### Work instruction
Set down, exactly, every line from the top of the listing through the one holding "if(NOT TARGET fmt::fmt-header-only)".

### Source data
# The C interface: libtepor, shared (tepor::c) and static (tepor::c_static), for C and for other languages.
#
# One source of one line, tepor/c/implementation.hpp; the public header is tepor/c/tepor.h. Both libraries hold the whole of
# the library; the shared one exports only what the header marks, and its SONAME is the header's ABI version. fmt is
# compiled in from its headers, so that who uses libtepor needs no other package.

option(TEPOR_C_LIBRARY "Build the C interface as libtepor" ${PROJECT_IS_TOP_LEVEL})
if(NOT TEPOR_C_LIBRARY)
    return()
endif()
if(NOT TARGET fmt::fmt-header-only)
    message(STATUS "tepor: fmt not found, the C interface is left out")
    return()
endif()

file(STRINGS "${PROJECT_SOURCE_DIR}/include/tepor/c/tepor_session.h" abi_line REGEX "define TEPOR_ABI_VERSION ")
string(REGEX MATCH "[0-9]+" tepor_abi_version "${abi_line}")

set(tepor_c_source "${PROJECT_BINARY_DIR}/tepor_compiled/c.cpp")
file(CONFIGURE OUTPUT "${tepor_c_source}" CONTENT "#include <tepor/c/implementation.hpp>\n" @ONLY)

set(tepor_c_objects)
foreach(room IN LISTS tepor_numerical_rooms)
    get_target_property(kind tepor_room_${room} TYPE)
    if(kind STREQUAL "STATIC_LIBRARY")
        list(APPEND tepor_c_objects $<TARGET_OBJECTS:tepor_room_${room}>)
    endif()
endforeach()

# The output room once more, with fmt inside.
add_library(tepor_c_output OBJECT EXCLUDE_FROM_ALL "${PROJECT_BINARY_DIR}/tepor_compiled/output.cpp")
target_link_libraries(tepor_c_output PRIVATE tepor::tepor fmt::fmt-header-only)
target_compile_definitions(tepor_c_output PRIVATE TEPOR_COMPILED)
set_target_properties(tepor_c_output PROPERTIES POSITION_INDEPENDENT_CODE ON)
list(APPEND tepor_c_objects $<TARGET_OBJECTS:tepor_c_output>)

add_library(tepor_c SHARED "${tepor_c_source}" ${tepor_c_objects})
set_target_properties(tepor_c PROPERTIES VERSION ${tepor_abi_version}.${PROJECT_VERSION} SOVERSION ${tepor_abi_version})
add_library(tepor_c_static STATIC "${tepor_c_source}" ${tepor_c_objects})

foreach(target tepor_c tepor_c_static)
    target_include_directories(${target} PUBLIC "$<BUILD_INTERFACE:${PROJECT_SOURCE_DIR}/include>"
        "$<INSTALL_INTERFACE:include>")
    target_link_libraries(${target} PRIVATE $<BUILD_INTERFACE:tepor::tepor> $<BUILD_INTERFACE:fmt::fmt-header-only>)
    if(TARGET tepor_house)
        target_link_libraries(${target} PRIVATE $<BUILD_INTERFACE:tepor_house>)
    endif()
    target_compile_definitions(${target} PRIVATE TEPOR_COMPILED)
    set_target_properties(${target} PROPERTIES OUTPUT_NAME tepor CXX_VISIBILITY_PRESET hidden
        VISIBILITY_INLINES_HIDDEN ON POSITION_INDEPENDENT_CODE ON)
endforeach()
set_target_properties(tepor_c PROPERTIES EXPORT_NAME c)
set_target_properties(tepor_c_static PROPERTIES EXPORT_NAME c_static)
add_library(tepor::c ALIAS tepor_c)
add_library(tepor::c_static ALIAS tepor_c_static)

# The rooms are compiled for everybody with default visibility; a list of exports hides them in the shared library.
if(UNIX AND NOT APPLE)
    file(CONFIGURE OUTPUT "${PROJECT_BINARY_DIR}/tepor_c.map" CONTENT "{ global: tepor_*; local: *; };\n")
    target_link_options(tepor_c PRIVATE "-Wl,--version-script=${PROJECT_BINARY_DIR}/tepor_c.map")
endif()

if(TEPOR_INSTALL)
    include(GNUInstallDirs)
    include(CMakePackageConfigHelpers)
    install(TARGETS tepor_c tepor_c_static EXPORT tepor-c-targets)
    install(EXPORT tepor-c-targets NAMESPACE tepor:: DESTINATION "${CMAKE_INSTALL_LIBDIR}/cmake/tepor_c")
    install(FILES "${PROJECT_SOURCE_DIR}/cmake/tepor_c-config.cmake" DESTINATION
        "${CMAKE_INSTALL_LIBDIR}/cmake/tepor_c")
    write_basic_package_version_file("${PROJECT_BINARY_DIR}/tepor_c-config-version.cmake" COMPATIBILITY SameMinorVersion)
    install(FILES "${PROJECT_BINARY_DIR}/tepor_c-config-version.cmake" DESTINATION
        "${CMAKE_INSTALL_LIBDIR}/cmake/tepor_c")

    # pkg-config finds its way from where the file lies, so that the folder can be moved.
    file(RELATIVE_PATH tepor_prefix_from_pc "/prefix/${CMAKE_INSTALL_LIBDIR}/pkgconfig" "/prefix")
    configure_file("${PROJECT_SOURCE_DIR}/cmake/tepor.pc.in" "${PROJECT_BINARY_DIR}/tepor.pc" @ONLY)
    install(FILES "${PROJECT_BINARY_DIR}/tepor.pc" DESTINATION "${CMAKE_INSTALL_LIBDIR}/pkgconfig")
endif()
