#pragma once
// The meshes of a bracket: straight sides first, then cells that carry half of the width bisected.

#include <algorithm>
#include <memory>
#include <tepor/answers/impl/refine_loop.hpp>
#include <tepor/mesh/bisect.hpp>
#include <tepor/mesh/refine.hpp>
#include <vector>

namespace tepor::detail {

/// Cells that may still be halved: down to 1e-12 of the body, where coordinates run out of digits. Refining on at a strong
/// singularity beyond that would leave all other cells as they are.
inline std::vector<Index> refinable(const MeshData& mesh) {
    Point low = mesh.nodes.front(), high = low;
    for (const Point& p : mesh.nodes) {
        low = {std::min(low.x, p.x), std::min(low.y, p.y)};
        high = {std::max(high.x, p.x), std::max(high.y, p.y)};
    }
    const double least = 1.001e-12 * distance(low, high);
    std::vector<Index> cells;
    for (Index c = 0; c < mesh.cell_count(); ++c) {
        const Id* cell = mesh.cell(c);
        if (distance(mesh.nodes[as_size(cell[1])], mesh.nodes[as_size(cell[2])]) > least) cells.push_back(c);
    }
    return cells;
}

/// Of these cells, those of largest share that carry half of their sum (W. Doerfler, SIAM J. Numer. Anal. 33 (1996) 1106).
inline std::vector<Index> bulk(std::vector<Index> cells, const std::vector<double>& share) {
    std::sort(cells.begin(), cells.end(), [&](Index a, Index b) {
        return share[as_size(a)] != share[as_size(b)] ? share[as_size(a)] > share[as_size(b)] : a < b;
    });
    double half = 0.0, sum = 0.0;
    for (const Index c : cells) half += 0.5 * share[as_size(c)];
    std::size_t count = 0;
    while (count < cells.size() && sum < half) sum += share[as_size(cells[count++])];
    cells.resize(count);
    return cells;
}

/// A copy with straight sides, ready to be bisected.
inline std::shared_ptr<MeshData> straightened(const MeshData& mesh, const CellKind& kind) {
    auto out = std::make_shared<MeshData>(mesh);
    for (const CurvedSide& curved : out->curved) {
        const Id* cell = out->cell(curved.side.cell);
        const Id s = curved.side.side;
        if (out->order == 2)
            out->nodes[as_size(cell[3 + s])] =
                0.5 * (out->nodes[as_size(cell[s])] + out->nodes[as_size(cell[s == 2 ? 0 : s + 1])]);
    }
    out->curved.clear();
    longest_side_first(*out, kind);
    return out;
}

/// The next mesh: in 2D the cells that carry half of the width are bisected, in 1D all are.
inline std::shared_ptr<const MeshData> finer(const MeshData& mesh, const CellKind& kind,
                                             const std::vector<double>& share) {
    auto fine = mesh_like(mesh);
    if (mesh.dim == 1) {
        refine_uniformly(mesh, kind, *fine);
    } else {
        Lineage lineage;
        Index skipped = 0;
        bisect(mesh, kind, bulk(refinable(mesh), share), *fine, lineage, skipped);
    }
    return fine;
}

} // namespace tepor::detail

### Reply to the exercise
# The C interface: libtepor, shared (tepor::c) and static (tepor::c_static), for C and for other languages.
#
# One source of one line, tepor/c/implementation.hpp; the public header is tepor/c/tepor.h. Both libraries hold the whole of
# the library; the shared one exports only what the header marks, and its SONAME is the header's ABI version. fmt is
# compiled in from its headers, so that who uses libtepor needs no other package.

option(TEPOR_C_LIBRARY "Build the C interface as libtepor" ${PROJECT_IS_TOP_LEVEL})
if(NOT TEPOR_C_LIBRARY)
    return()
endif()
if(NOT TARGET fmt::fmt-header-only)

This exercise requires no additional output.